Link to this post 27 May 10

I just posted an article \"Speak Out for Elephants\" about a Zimbabwean veterinarian returning to Zimbabwe and checking on animals to be shipped to Korea. The following is a story about her.

Zimbabwe: Hero for animals to return!
December 15, 2009, 3:47PM MT
By Julia Henriques, International Network Volunteer Writer

Meryl Harrison will return to Zimbabwe in the New Year to found a new animal welfare group.

Animals of Zimbabwe, you can look forward to a better future. Meryl Harrison is returning to Zimbabwe early in 2010, as co-founder of a new animal welfare organization.

Who is Meryl Harrison?

Meryl was Chief Inspector of the Zimbabwe National Society for the Prevention of Cruelty to Animals (ZNSPCA) for several years during the chaotic Zimbabwe land distribution campaign started by Robert Mugabe after he became President in 1987. Also known as the \"land invasions\", this campaign caused the forcible eviction of many white farmers from their homes and farms; most of these farmers had to leave behind their pets and farm animals, and it was Meryl\'s mission as Chief Inspector to rescue them.

Meryl faced extraordinary difficulties and personal danger in saving the lives of thousands of animals and treating wounded livestock. She usually went onto the farms with one or two ZNSPCA inspectors, sometimes with a (usually reluctant) police escort; they encountered mobs of armed, threatening men - often the very people who were abusing, or at best, neglecting, the stranded animals. Meryl kept herself removed from the politics, and stuck strictly to her mandate: she had official authorization to go onto the farms to save animals, and when she met with resistance, she persisted and usually succeeded. The pace was relentless and the work emotionally and physically exhausting; Meryl was in her 60s and suffered from a heart condition, but she did not let these things deter her, and she saved the lives of thousands of domestic animals over a five year period.

Meryl now lives in the United Kingdom; this courageous woman has received international recognition for her work, including, in 2002, a BBC Special Award for Outstanding Work in Animal Welfare, which was awarded to her and her colleague, Addmore Chinhembe.

Plans for the future

We recently learned that, on a visit to Zimbabwe in October, Meryl saw a tremendous need for further animal welfare work in the country. One of the few veterinarians who helped Meryl during the land invasions was Dr Anthony Donohoe. He and his veterinarian wife, Dr Helene Donohoe, will join with Meryl in establishing a new, private animal welfare group. Helene Donohoe told us: \"Meryl left a gap that no-one has been able to fill to this day. With the deteriorating conditions in this country there is a larger and larger need for animal welfare in both the domestic animal and wildlife populations\".

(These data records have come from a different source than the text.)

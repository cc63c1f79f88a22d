/**
 * A synthetic LaTeX manuscript of any size for the reader benchmarks: an invented survey
 * paper's preamble, then sections of prose with inline and display math, author macros,
 * siunitx quantities, citations, footnotes, comments and tables, repeated with varying
 * numbers. Deterministic. The scenario is made up; the numbers are arbitrary, or (with
 * consistentValues) computed for the manuscript's declared set.
 */

import { computeQuantity, createCosmology } from '../../shared/src/index.js';

const PREAMBLE = String.raw`\documentclass[twocolumn]{aastex631}
\usepackage{siunitx}
\newcommand{\hMpc}{\,$h^{-1}$\,Mpc}
\newcommand{\kms}{\ifmmode{\rm km\,s^{-1}}\else km\,s$^{-1}$\fi}
\def\Om{\ensuremath{\Omega_{\rm m}}}
\newcommand{\lantern}{Lantern Deep Survey}
\newcommand{\zfield}[1]{$z_{\rm #1}$}
% comove: H0=70 Omega_m=0.3 flat
\begin{document}
\title{Star-forming pairs in the \lantern}
\begin{abstract}
We report on galaxy pairs found in the five fields of the \lantern\ at $0.1 < z < 6.5$.
\end{abstract}
`;

/**
 * The cosmology-dependent numbers of a section. By default they are arbitrary (nearly every claim
 * is then inconsistent: the worst case for the checker); `consistentValues` gives the ones a
 * flat ΛCDM set implies, as in a typical manuscript.
 */
export interface SectionValues {
  /** Luminosity distance (Mpc, integer), lookback time (Gyr, one decimal) and proper kpc per arcsec (one decimal) at z. */
  at(z: number, i: number): { d: string; t: string; scale: string };
  /** The comoving volume to z = 3 as siunitx arguments: number and unit. */
  volume(i: number): [string, string];
}

/** Values computed for the manuscript's own declaration (flat ΛCDM, H0 = 70, Ωm = 0.3), rounded as written. */
export function consistentValues(): SectionValues {
  const made = createCosmology({ H0: 70, Omega_m: 0.3, flat: true });
  if (!made.ok) throw new Error('the flat 70/0.3 set is valid');
  const c = made.cosmology;
  return {
    at: (z) => ({
      d: computeQuantity(c, 'luminosityDistance', z).toFixed(0),
      t: computeQuantity(c, 'lookbackTime', z).toFixed(1),
      scale: computeQuantity(c, 'properKpcPerArcsec', z).toFixed(1),
    }),
    volume: () => [computeQuantity(c, 'comovingVolume', 3).toPrecision(3), '\\giga\\parsec\\cubed'],
  };
}

const ARBITRARY: SectionValues = {
  at: (_z, i) => ({ d: (1000 + ((i * 373) % 9000)).toFixed(0), t: (2 + ((i * 7) % 100) / 10).toFixed(1), scale: (5 + (i % 40) / 10).toFixed(1) }),
  volume: (i) => [`${(i % 9) + 1}.2e5`, '\\mega\\parsec\\cubed'],
};

function section(i: number, values: SectionValues): string {
  const z = (0.3 + (i % 37) * 0.11).toFixed(2);
  const { d, t, scale } = values.at(Number(z), i);
  const b = values.at(1.274, i);
  const c = values.at(2.93, i);
  return String.raw`
\section{Field ${i}: photometry and redshifts}\label{sec:field${i}}
We adopt a flat $\Lambda$CDM cosmology with $H_0 = 70$\,\kms\,Mpc$^{-1}$ and \Om$=0.3$
\citep{survey${i % 9}}. The brightest pair lies at $z = ${z}$, where the luminosity distance is
$D_L \approx ${d}$\,Mpc and 1\farcs0 corresponds to ${scale}\,kpc; the light
left it about ${t}\,Gyr ago.\footnote{Magnitudes are in the AB system; see Section~\ref{sec:field${i}}.}
Its stellar mass is $\log(M_\star/M_\odot) = ${(9 + (i % 20) / 10).toFixed(1)} \pm 0.2$ % measured with our own code
and the comoving volume of the field to $z = 3$ is \SI{${values.volume(i)[0]}}{${values.volume(i)[1]}}.
Equation~(\ref{eq:dl${i}}) gives the distance used throughout:
\begin{equation}\label{eq:dl${i}}
  D_L(z) = (1+z)\,\frac{c}{H_0}\int_0^z \frac{dz'}{E(z')} \simeq ${d}\,{\rm Mpc}.
\end{equation}

\begin{deluxetable}{lccc}
\tablecaption{Targets in field ${i}\label{tab:f${i}}}
\tablehead{\colhead{Name} & \colhead{$z$} & \colhead{$D_L$ (Mpc)} & \colhead{$t_{\rm lb}$ (Gyr)}}
\startdata
L${i}-a & ${z} & ${d} & ${t} \\
L${i}-b & 1.274 & ${b.d} & ${b.t} \\
L${i}-c & 2.93 & ${c.d} & ${c.t} \\
\enddata
\end{deluxetable}

Across the \lantern\ we find ${12 + (i % 30)} pairs at $z > 2$ with separations below 30\hMpc, measured in the
$z$-band to $m_z < 25.3$ mag (see Fig.~${(i % 7) + 1} and Table~\ref{tab:f${i}}).
`;
}

/** A manuscript of at least `bytes` characters. */
export function syntheticLatexManuscript(bytes: number, values: SectionValues = ARBITRARY): string {
  let out = PREAMBLE;
  for (let i = 0; out.length < bytes; i++) out += section(i, values);
  return out + '\n\\end{document}\n';
}

function markdownSection(i: number): string {
  const z = (0.3 + (i % 37) * 0.11).toFixed(2);
  const d = (1000 + ((i * 373) % 9000)).toFixed(0);
  const t = (2 + ((i * 7) % 100) / 10).toFixed(1);
  return `
## Field ${i}: targets

The brightest pair lies at $z = ${z}$, where the luminosity distance is $D_L \\approx ${d}$ Mpc and
one arcsecond corresponds to ${(5 + (i % 40) / 10).toFixed(1)} kpc; the light left it about **${t} Gyr** ago.
We request ${3 + (i % 5)} hours (run \`L${i}\`) with a seeing better than 0.8″.${i % 25 === 0 ? `[^f${i}]` : ''}

| Target | $z$ | $D_L$ (Mpc) | lookback time (Gyr) |
|--------|-----|-------------|---------------------|
| L${i}-a | ${z} | ${d} | ${t} |
| L${i}-b | 1.274 | 9154 | 8.9 |

$$
D_L(z) = (1+z)\\,\\frac{c}{H_0}\\int_0^z \\frac{dz'}{E(z')}
$$

${i % 25 === 0 ? `[^f${i}]: Magnitudes are AB; ${12 + (i % 30)} pairs lie at $z > 2$.` : `Magnitudes are AB; ${12 + (i % 30)} pairs lie at $z > 2$.`}
`;
}

/** A Markdown proposal of at least `bytes` characters. */
export function syntheticMarkdownManuscript(bytes: number): string {
  let out = '---\ntitle: Lantern follow-up\ncosmology: H0=70 Omega_m=0.3 flat\n---\n\n# Science case\n';
  for (let i = 0; out.length < bytes; i++) out += markdownSection(i);
  return out;
}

We were honored to speak further with Meryl herself about her forthcoming return to Zimbabwe. She told us her trip in October made her realize she really wants to be back in Africa, where there is so much work to be done in animal welfare. And the fact that a group of private vets has expressed their wish to have the veterinary profession play a greater role in monitoring and enhancing the welfare of domestic animals and wildlife in Zimbabwe, was \"music to my ears\".

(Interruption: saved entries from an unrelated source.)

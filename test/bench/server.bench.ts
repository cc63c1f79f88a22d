/**
 * Language-server benchmark (`npm run bench`): start-up to first diagnostics; the time from a
 * keystroke-sized edit to the diagnostics of that version on a 200 kB manuscript (median and p95
 * over 200 edits, default debounce included); and resident memory of the server process before
 * and after a replay of 10 000 edits. Figures are printed; nothing is asserted.
 */

import { readFileSync } from 'node:fs';
import { TextDocument } from 'vscode-languageserver-textdocument';
import { LspClient } from '../helpers/lspClient.js';
import { consistentValues, syntheticLatexManuscript, syntheticMarkdownManuscript } from './syntheticManuscript.js';

const SERVER = new URL('../server.js', import.meta.url).pathname;

function rssMb(pid: number): number {
  const status = readFileSync(`/proc/${pid}/status`, 'utf8');
  return Number(/VmRSS:\s+(\d+)/.exec(status)![1]) / 1024;
}

const quantile = (xs: number[], q: number) => [...xs].sort((a, b) => a - b)[Math.min(xs.length - 1, Math.floor(q * xs.length))];

console.log('\nComove language-server benchmark');
{
  const t0 = performance.now();
  const client = new LspClient(SERVER);
  await client.initialize(null);
  const text = readFileSync(new URL('../../examples/kestrel-survey.tex', import.meta.url), 'utf8');
  await client.open('file:///bench/kestrel-survey.tex', 'latex', text);
  await client.diagnostics('file:///bench/kestrel-survey.tex');
  console.log(`  start-up to first diagnostics (examples/kestrel-survey.tex)   ${(performance.now() - t0).toFixed(0)} ms`);
  await client.shutdown();
}

/**
 * Median and p95 of edit → diagnostics of that version, over 200 keystrokes in the middle of the
 * text: a word typed and deleted in a prose sentence (the last reading is patched), or line breaks
 * typed and deleted (the file is read again in full).
 */
async function keystrokes(client: LspClient, uri: string, start: TextDocument, word = ' lens'): Promise<{ median: number; p95: number; doc: TextDocument; diagnostics: number }> {
  let doc = start;
  const latencies: number[] = [];
  // In a prose word in the middle of the manuscript.
  const middle = doc.positionAt(doc.getText().indexOf(' the ', Math.floor(doc.getText().length / 2)) + 3);
  let diagnostics = 0;
  for (let i = 0; i < 200; i++) {
    // Type a word, then delete it again.
    const typing = i % 10 < 5;
    const at = doc.positionAt(doc.offsetAt(middle) + (typing ? i % 10 : 5 - (i % 10 - 5)));
    const change = typing ? { range: { start: at, end: at }, text: word[i % word.length] } : { range: { start: doc.positionAt(doc.offsetAt(at) - 1), end: at }, text: '' };
    const t0 = performance.now();
    const version = await client.change(uri, [change]);
    doc = TextDocument.update(doc, [change], version);
    diagnostics = (await client.diagnostics(uri, (p) => p.version === version)).diagnostics.length;
    latencies.push(performance.now() - t0);
  }
  return { median: quantile(latencies, 0.5), p95: quantile(latencies, 0.95), doc, diagnostics };
}

const client = new LspClient(SERVER, ['--expose-gc']);
await client.initialize(null);
const pid = client.process.pid!;
const heapMb = async () => ((await client.connection.sendRequest('comove/heapAfterCollection')) as number) / 1e6;
let doc!: TextDocument;
let uri = '';
for (const [label, values] of [['typical: numbers computed for the declared set', consistentValues()], ['worst case: nearly every number inconsistent', undefined]] as const) {
  uri = `file:///bench/${label.split(':')[0]}.tex`;
  const text = syntheticLatexManuscript(200_000, values);
  await client.open(uri, 'latex', text);
  await client.diagnostics(uri);
  const r = await keystrokes(client, uri, TextDocument.create(uri, 'latex', 1, text));
  doc = r.doc;
  console.log(`  200 kB manuscript, ${label} (${r.diagnostics} diagnostics):`);
  console.log(`    edit → diagnostics of that version, typing in a sentence: median ${r.median.toFixed(0)} ms, p95 ${r.p95.toFixed(0)} ms (goal p95 ≤ 50 ms; debounce 5 ms included)`);
  if (values) {
    const lines = await keystrokes(client, uri, doc, '\n');
    doc = lines.doc;
    console.log(`    the same, typing line breaks (the file is read again in full): median ${lines.median.toFixed(0)} ms, p95 ${lines.p95.toFixed(0)} ms`);
  }
}
{
  // Markdown: no patched reading, but only the piece of the source an edit touched is parsed again.
  const mdUri = 'file:///bench/typical.md';
  const md = syntheticMarkdownManuscript(200_000);
  await client.open(mdUri, 'markdown', md);
  await client.diagnostics(mdUri, () => true, 120_000);
  const r = await keystrokes(client, mdUri, TextDocument.create(mdUri, 'markdown', 1, md));
  console.log(`  200 kB Markdown manuscript (${r.diagnostics} diagnostics):`);
  console.log(`    edit → diagnostics of that version, typing in a sentence: median ${r.median.toFixed(0)} ms, p95 ${r.p95.toFixed(0)} ms`);
}
const middle = doc.positionAt(Math.floor(doc.getText().length / 2));

const before = rssMb(pid);
const heapBefore = await heapMb();
let version = 0;
for (let i = 0; i < 10_000; i++) {
  const at = doc.positionAt(doc.offsetAt(middle) + (i % 2));
  const change = i % 2 === 0 ? { range: { start: at, end: at }, text: 'x' } : { range: { start: doc.positionAt(doc.offsetAt(at) - 1), end: at }, text: '' };
  version = await client.change(uri, [change]);
  doc = TextDocument.update(doc, [change], version);
  if (i === 4999) await client.diagnostics(uri, (p) => p.version === version, 120_000);
}
const middleRss = rssMb(pid);
await client.diagnostics(uri, (p) => p.version === version, 120_000);
const after = rssMb(pid);
const heapAfter = await heapMb();
console.log(`  server RSS: ${before.toFixed(0)} MB before 10 000 edits, ${middleRss.toFixed(0)} MB after 5 000, ${after.toFixed(0)} MB after 10 000`);
console.log(`  server heap in use after a full collection: ${heapBefore.toFixed(1)} MB before, ${heapAfter.toFixed(1)} MB after the 10 000 edits`);
await client.shutdown();
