/**
 * The reading half of the core as one call: text in (a file, or a LaTeX project followed from
 * its root through \input, \include and \subfile), declarations, claims and problems out, with
 * source ranges. The core never touches the file system: included files come from a resolver
 * the caller passes in.
 */

import { unreadDocument, type DocumentFormat, type DocumentReading, type ReaderProblem } from '../reader/documentReading.js';
import { readLatex, type MacroDefinition } from '../reader/latexScanner.js';
import type { ReadingMemory } from '../reader/incrementalReading.js';
import { readMarkdown } from '../reader/markdownReader.js';
import { readPlainText } from '../reader/plainTextReader.js';
import type { SentenceCache } from './sentenceCache.js';
import { extractClaims, type Claim } from './claimExtractor.js';
import type { Declaration, DeclarationProblem, SkipRegion } from './declarations.js';

export interface SourceFile {
  readonly uri: string;
  readonly text: string;
}

/** Finds an included file: `path` as written in `fromUri`; null when it cannot be had. */
export type IncludeResolver = (fromUri: string, path: string) => SourceFile | null;

/** Largest file read, in characters; beyond it the file is reported and not read. */
export const MAX_FILE_CHARS = 64 * 1024 * 1024;
/** Deepest chain of \input files followed. */
export const MAX_INCLUDE_DEPTH = 16;

export interface FileExtraction {
  readonly uri: string;
  /** The source text that was read (offsets and fixes refer to it). */
  readonly text: string;
  readonly format: DocumentFormat;
  readonly reading: DocumentReading;
  readonly declarations: readonly Declaration[];
  readonly skips: readonly SkipRegion[];
  readonly claims: readonly Claim[];
  readonly problems: readonly ReaderProblem[];
  readonly declarationProblems: readonly DeclarationProblem[];
}

export interface ProjectExtraction {
  readonly files: readonly FileExtraction[];
}

/** The format of a file from its name (and, for LaTeX, its content). */
export function formatOf(uri: string, text = ''): DocumentFormat {
  const lower = uri.toLowerCase();
  if (/\.(?:tex|ltx|latex|sty|cls|bbl)$/.test(lower)) return 'latex';
  if (/\.(?:md|markdown|mdown|mkd|qmd|rmd)$/.test(lower)) return 'markdown';
  if (/\.txt$/.test(lower) || !/\\(?:documentclass|begin\{document\}|section\{)/.test(text)) return 'plaintext';
  return 'latex';
}

/** Reads one file in the format its name says; binary and oversized files become a problem, not a crash. */
export function readFile(file: SourceFile, format: DocumentFormat = formatOf(file.uri, file.text), macros: readonly MacroDefinition[] = [], memory?: ReadingMemory): DocumentReading & { macros?: readonly MacroDefinition[] } {
  if (file.text.length > MAX_FILE_CHARS) {
    return unreadDocument(format, `the file is too large to read (${(file.text.length / 1e6).toFixed(0)} MB; the limit is ${MAX_FILE_CHARS / 1024 / 1024} MB)`);
  }
  if (file.text.slice(0, 8192).includes('\u0000')) {
    return unreadDocument(format, 'this is a binary file, not a manuscript');
  }
  if (format === 'latex') return memory ? memory.readLatex(file.uri, file.text, macros, () => readLatex(file.text, { macros })) : readLatex(file.text, { macros });
  if (format === 'markdown') return readMarkdown(file.text, memory?.markdown(file.uri));
  return readPlainText(file.text);
}

function extractFile(file: SourceFile, reading: DocumentReading, cache?: SentenceCache): FileExtraction {
  const { claims, declarations } = extractClaims(reading, cache);
  return {
    uri: file.uri,
    text: file.text,
    format: reading.format,
    reading,
    declarations: declarations.declarations,
    skips: declarations.skips,
    claims,
    problems: reading.problems,
    declarationProblems: declarations.problems,
  };
}

/**
 * Reads a file and, for LaTeX, the files it includes (depth first, each once), passing the
 * root's macros on. Never throws.
 */
export interface ExtractOptions {
  /** Sentence readings kept between calls, per file (an editor's; see sentenceCache.ts). */
  readonly sentenceCache?: (uri: string) => SentenceCache | undefined;
  /** Last readings of LaTeX files, patched after small edits (an editor's; see incrementalReading.ts). */
  readonly readingMemory?: ReadingMemory;
}

export function extractProject(root: SourceFile, resolve: IncludeResolver = () => null, options: ExtractOptions = {}): ProjectExtraction {
  const files: FileExtraction[] = [];
  const seen = new Set<string>();
  const visit = (file: SourceFile, macros: readonly MacroDefinition[], depth: number) => {
    if (seen.has(file.uri)) return;
    seen.add(file.uri);
    const reading = readFile(file, formatOf(file.uri, file.text), macros, options.readingMemory);
    const extraction = extractFile(file, reading, options.sentenceCache?.(file.uri));
    const problems = [...extraction.problems];
    files.push({ ...extraction, problems });
    if (reading.format !== 'latex') return;
    const known = [...macros, ...(reading.macros ?? [])];
    for (const inc of reading.includes) {
      if (depth >= MAX_INCLUDE_DEPTH) {
        problems.push({ message: `\\${inc.command}{${inc.path}} is nested too deeply to follow`, sourceStart: inc.sourceStart, sourceEnd: inc.sourceEnd, severity: 'warning' });
        continue;
      }
      const child = resolve(file.uri, inc.path);
      if (!child) {
        problems.push({ message: `\\${inc.command}{${inc.path}}: the file cannot be found`, sourceStart: inc.sourceStart, sourceEnd: inc.sourceEnd, severity: 'warning' });
        continue;
      }
      visit(child, known, depth + 1);
    }
  };
  visit(root, [], 0);
  return { files };
}

/** Line and character (0-based, UTF-16 code units, as in LSP) of a source offset. */
export function lineColumn(text: string, offset: number, lineStarts: readonly number[] = lineStartsOf(text)): { line: number; character: number } {
  let lo = 0;
  let hi = lineStarts.length - 1;
  while (lo < hi) {
    const mid = (lo + hi + 1) >> 1;
    if (lineStarts[mid] <= offset) lo = mid;
    else hi = mid - 1;
  }
  return { line: lo, character: offset - lineStarts[lo] };
}

/** Offsets at which each line starts. */
export function lineStartsOf(text: string): number[] {
  const starts = [0];
  for (let i = text.indexOf('\n'); i >= 0; i = text.indexOf('\n', i + 1)) starts.push(i + 1);
  return starts;
}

While the political situation is still unstable, Meryl feels there is less danger than in the land invasion era. There has been a great improvement in general daily living standards, which creates a foundation of goodwill that can be built on. There are several small individual animal welfare organizations, doing excellent work, especially with wildlife, but much more work needs to be done, especially in the field of education and awareness.

Education is the key

There is a strong need for education of indigenous people in rural areas. Meryl believes that most animal cruelty in Africa is not deliberate, but rather due to poverty and ignorance. If you teach a man to take proper care of his donkey, he learns that the donkey, a working animal, will live twice as long, and be twice as productive, if it is healthy. Meryl said \"when you help people in this way you become their friend for life\". In the past, dogs were always kept only as guard dogs, never as companions; now, that is changing, and it\'s quite likely that you will be in line behind someone in a grocery store buying food for their pets, as well as for their families. Meryl will need to work with a local inspector who speaks the dialects; pamphlets will be distributed, also in the local dialect for each tribal area.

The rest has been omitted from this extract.